New women-only half marathon record

Command performances: IAAF/Trinidad Alfonso World Half Marathon Championships, Valencia, Spain

IAAF World Half Marathon Championships, Valencia
Sat 24 March 2018

Netsanet gudeta1 by jiro mochizuki valencia 2018 03 24

*Women’s race*

The world record for a women-only half marathon was improved by 14 seconds to 1:06:11 writes Phil Minshull. It wasn’t beaten by race favourite Joyciline Jepkosgei though, who owns the mixed-race standard of 1:04:51, but by Ethiopia’s Netsanet Gudeta.

Gudeta made her decisive move in the 14th kilometre to shake off both Jepkosgei and her little-known Kenyan compatriot Pauline Kamulu and stride on to victory – and a personal best by 75 seconds.

A 13-strong group, consisting of three Kenyan runners and the entire Ethiopian and Bahrain women’s squads, flew through the first 3km in 9:20 and reached 5km in 15:39. The Kenyan trio led with the others sheltering behind them. Between 7-8km Jepkosgei, and Kamulu started to surge and dropped all but Gudeta, fellow Ethiopian Meseret Belete and Bahrain’s Asian record holder Eunice Chumba.

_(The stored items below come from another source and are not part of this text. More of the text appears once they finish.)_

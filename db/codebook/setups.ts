import type { SetupItem } from '@/lib/model/code-book'
import { PRACTICE } from './sources'

export type SetupRow = readonly [
  id: string,
  name: string,
  minutes: number,
  requires: readonly string[],
  closedByTest: boolean,
]

/** Minutes are for bare hands in daylight; `true` marks what must be closed again before a test run. */
const ROWS: readonly SetupRow[] = [
  ['seatOff', 'Seat off', 1, [], false],
  ['sidePanelOff', 'Side panel off', 2, [], false],
  ['frontCoverOff', 'Front cover off', 3, [], false],
  ['tankCoverOff', 'Tank cover off', 4, ['seatOff'], false],
  ['plugOut', 'Spark plug out', 4, [], true],
  ['coilPlugOff', 'Coil connector off', 1, ['sidePanelOff'], true],
  ['modulePlugOff', 'Control module connector off', 2, ['seatOff'], true],
  ['railRelieved', 'Fuel pressure let off', 3, ['tankCoverOff'], true],
  ['gaugeInLine', 'Pressure gauge in the fuel line', 4, ['railRelieved'], true],
  ['airboxOpen', 'Air box open', 2, ['seatOff'], true],
  ['crankPlugOff', 'Crank sensor connector off', 2, ['sidePanelOff'], true],
  ['valveCoverOff', 'Valve cover off', 15, ['tankCoverOff', 'engineCold'], true],
  ['engineCold', 'Engine cold', 45, [], false],
  ['carburettorOff', 'Carburettor off', 15, ['tankCoverOff'], true],
]

/** What has to be opened or waited for before a check or a repair, paid once while it stays open. */
export const SETUPS: SetupItem[] = setups(ROWS)

/** Set-ups from their rows. */
export function setups(rows: readonly SetupRow[]): SetupItem[] {
  return rows.map(([id, name, minutes, requires, closedByTest]) => ({
    kind: 'setup',
    id,
    name,
    minutes,
    requires: [...requires],
    closedByTest,
    source: PRACTICE,
  }))
}
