/** Two faults that no check or swap of the book tells apart, and why that is left so (rule CB11). */
export type Unseparated = { faults: readonly [string, string]; reason: string }
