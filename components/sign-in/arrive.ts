import type { Actor } from '@/lib/model/person'
import type { ShopLine } from '@/lib/ports/shop-line'
import type { Indexed } from '@/lib/sync/client/phone-db'
import { readActor } from './read-actor'

/**
 * After a good sign-in: who it is, or null. Whoever signed out without signal and now signs in again means
 * to stay, so the sign-out that was still to be told to the shop is forgotten; else the field app would end
 * the new session in place of the old one. A browser without storage has nothing to forget.
 */
export async function arrive(line: ShopLine, indexed?: Indexed): Promise<Actor | null> {
  const actor = await readActor(line)
  if (actor !== null) await forgetSignOut(indexed).catch(() => undefined)
  return actor
}

/** Fetched only now: the sign-in page itself needs no database. */
async function forgetSignOut(indexed?: Indexed): Promise<void> {
  const { DeviceDb, stayHere } = await import('@/lib/sync/client/device-db')
  const device = new DeviceDb(indexed)
  try {
    await stayHere(device)
  } finally {
    device.close()
  }
}
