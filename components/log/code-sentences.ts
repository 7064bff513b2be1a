import type { CodeWords } from '@/lib/diag/code-words'
import type { CodeContext } from '@/lib/model/code-seen'
import { sentence } from '../field/words'

const STATUS = { active: 'active', stored: 'stored', unknown: 'active or stored not shown' }

/** "Ignition coil 1 primary: voltage above normal." */
export function codeMeans(words: CodeWords): string {
  if (words.unknown) return 'Not in the code book: kept as shown.'
  const failure = words.failure === null ? '' : `: ${words.failure.name}`
  const differs = words.makersDiffer ? ' This maker may differ.' : ''
  return `${sentence(words.circuitName)}${failure}.${differs}`
}

/** How a code stood when it was taken down: "Module 0, active, counted 4." */
export function contextWords({ module, status, count }: CodeContext): string {
  const words = [
    module === null ? '' : `module ${module}`,
    STATUS[status],
    count === null ? '' : `counted ${count}`,
  ].filter(Boolean)
  return `${sentence(words.join(', '))}.`
}
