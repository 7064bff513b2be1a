/** Where the failure kinds of SAE J1939-73 and of the standard P-codes come from. */
export const STANDARD = 'SAE J1939-73 Appendix A / ISO 11783-12 Annex E; own words'
export const STANDARD_MEMORY = 'SAE J1939-73 Appendix A, from memory; own words'
export const PCODE_KIND = 'SAE J2012 / ISO 15031-6 suffix family; own words'
/** The figures by role: nobody counted them. */
export const FIGURES = 'figures by role are guesses from common practice, no source'
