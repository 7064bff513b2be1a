import type { MachineModel } from '@/lib/model/machine-model'
import { page } from './demo-figures'
import { MOOR_450_AIR } from './demo-moor-450-air'
import { MOOR_450_DRIVE } from './demo-moor-450-drive'
import { MOOR_450_ELECTRICS } from './demo-moor-450-electrics'
import { MOOR_450_FUEL } from './demo-moor-450-fuel'
import { MOOR_450_PARTS } from './demo-moor-450-parts'

/** Units 11 and 14 of the demo fleet: one cylinder, injection, belt drive. Maker, model and every figure are invented. */
export const MOOR_450: MachineModel = {
  id: '01980000-0000-7000-8000-000000000201',
  maker: 'Tarnholt',
  model: 'Moor 450',
  features: {
    kind: 'atv',
    strokes: 'four',
    fuelling: 'injection',
    battery: 'yes',
    primesAtKeyOn: 'yes',
    coilType: 'inductive',
    cooling: 'liquid',
    drive: 'belt',
    neutral: 'yes',
    electricStart: 'yes',
    handStart: 'none',
    electronicThrottle: 'no',
    steeringAssist: 'no',
    cylinders: 'one',
  },
  specSheet: {
    showCodes: {
      steps: [
        'Key off. Lever in neutral, brake on.',
        'Press and hold the round button under the dash glass.',
        'Key on while you hold it. Let go when the small spanner blinks.',
        'Three figures show one after the other, four seconds each: module, number, kind.',
        'Press the button once for the next code. A line of dashes means no more codes.',
        'Write all of them down, or photograph each, before you turn the key off.',
      ],
      clearSteps: [
        'Record every code first. Cleared codes do not come back on their own.',
        'Show the codes as before. Wait for the line of dashes.',
        'Hold the round button for eight seconds, until the spanner stops blinking.',
        'Key off for ten seconds. Start it and show the codes again.',
      ],
      source: page(88),
    },
    components: [...MOOR_450_FUEL, ...MOOR_450_AIR, ...MOOR_450_ELECTRICS, ...MOOR_450_DRIVE],
    cutOut: 'opensToStop',
    engagementRpm: 1900,
    massKg: 296,
    towPreparation:
      'Lever in neutral. On a long tow take the belt off. Tow by the front hitch, at walking pace, nobody on it downhill without brakes.',
    parts: MOOR_450_PARTS,
    demo: true,
  },
  source: 'demo, invented',
}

Passing 10km in 31:38, with Belete starting to struggle and an 11-second gap behind, the leading quartette were getting stronger with every stride. Gudeta showed more regularly at the front and then made her move. Initially Kamulu gave chase but Gudeta passed 15km four seconds clear of her with Jepkosgei a further four seconds down. Gudeta looked supremely relaxed as she consistently turned the screw. She passed through 20km (1:02:53) a full 40 seconds clear of Kamulu.
As she turned the corner into the finishing straight alongside Valencia’s landmark Museu de les Ciències Príncipe Felipe the clock had not yet reached 66 minutes. Gudeta dug deep and sprinted over the final 150m to take the title and the US$50,000 world record bonus. Behind her Jepkosgei found her second wind over the last 3km and edged past Kamulu with a kilometre to go.

Men’s race

The men didn’t run as close to record performances as the women but there was no absence of drama as Kenya’s Geoffrey Kamworor romped away over the final 6km to secure his third successive title writes Phil Minshull. A sluggish early pace (14:31 at 5km) as the wind started to pick up led to a relatively modest finishing time. What will be remembered though is the 13:01 split that Kamworor threw in between 15–20km to rip the field apart.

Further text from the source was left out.